• _DATA PROVIDED_

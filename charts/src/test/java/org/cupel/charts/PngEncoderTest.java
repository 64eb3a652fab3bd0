package org.cupel.charts;

import static org.junit.jupiter.api.Assertions.assertArrayEquals;
import static org.junit.jupiter.api.Assertions.assertEquals;
import static org.junit.jupiter.api.Assertions.assertNotNull;

import java.awt.image.BufferedImage;
import java.io.ByteArrayInputStream;
import java.util.Random;
import javax.imageio.ImageIO;
import javax.imageio.ImageReader;
import javax.imageio.metadata.IIOMetadataNode;
import javax.imageio.stream.ImageInputStream;
import org.junit.jupiter.api.Test;
import org.knowm.xchart.XYChart;
import org.knowm.xchart.XYChartBuilder;

/** Our PNG encoder, read back by the JDK's own PNG decoder (an implementation independent of ours). */
class PngEncoderTest {

    @Test
    void theJdkDecoderReadsBackEveryPixelAndTheResolution() throws Exception {
        Random r = new Random(7);
        BufferedImage img = new BufferedImage(257, 131, BufferedImage.TYPE_INT_RGB);
        for (int y = 0; y < img.getHeight(); y++) {
            for (int x = 0; x < img.getWidth(); x++) {
                img.setRGB(x, y, y % 3 == 0 ? r.nextInt(1 << 24) : (x * 7) << 8 | y);
            }
        }
        byte[] png = PngEncoder.encode(img, 300);
        try (ImageInputStream in = ImageIO.createImageInputStream(new ByteArrayInputStream(png))) {
            ImageReader reader = ImageIO.getImageReaders(in).next();
            reader.setInput(in);
            BufferedImage back = reader.read(0);
            for (int y = 0; y < img.getHeight(); y++) {
                for (int x = 0; x < img.getWidth(); x++) {
                    assertEquals(img.getRGB(x, y), back.getRGB(x, y), x + "," + y);
                }
            }
            IIOMetadataNode root = (IIOMetadataNode) reader.getImageMetadata(0).getAsTree("javax_imageio_1.0");
            IIOMetadataNode size = (IIOMetadataNode) root.getElementsByTagName("HorizontalPixelSize").item(0);
            // 300 dpi = 11,811 pixels per metre = 0.08467 mm per pixel.
            assertEquals(25.4 / 300, Double.parseDouble(size.getAttribute("value")), 1e-4);
        }
        PngEncoder.Idat idat = PngEncoder.idat(png);
        assertNotNull(idat);
        assertEquals(257, idat.width());
        assertEquals(2, idat.colourType());
    }

    @Test
    void theSameChartGivesTheSameBytes() {
        XYChart a = chart();
        XYChart b = chart();
        assertArrayEquals(PngWriter.bytes(a, PngWriter.SCREEN_DPI), PngWriter.bytes(b, PngWriter.SCREEN_DPI));
    }

    private static XYChart chart() {
        XYChart c = new XYChartBuilder().width(ChartStyle.WIDTH).height(ChartStyle.HEIGHT).title("t").build();
        ChartStyle.apply(c);
        c.addSeries("s", new double[] {1, 2, 3}, new double[] {3, 1, 2});
        return c;
    }
}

• _PROBLEM STATEMENT_
Across the data, find each line that has "root" in it and copy that line.

• _REPLY_
            IIOMetadataNode root = (IIOMetadataNode) reader.getImageMetadata(0).getAsTree("javax_imageio_1.0");
            IIOMetadataNode size = (IIOMetadataNode) root.getElementsByTagName("HorizontalPixelSize").item(0);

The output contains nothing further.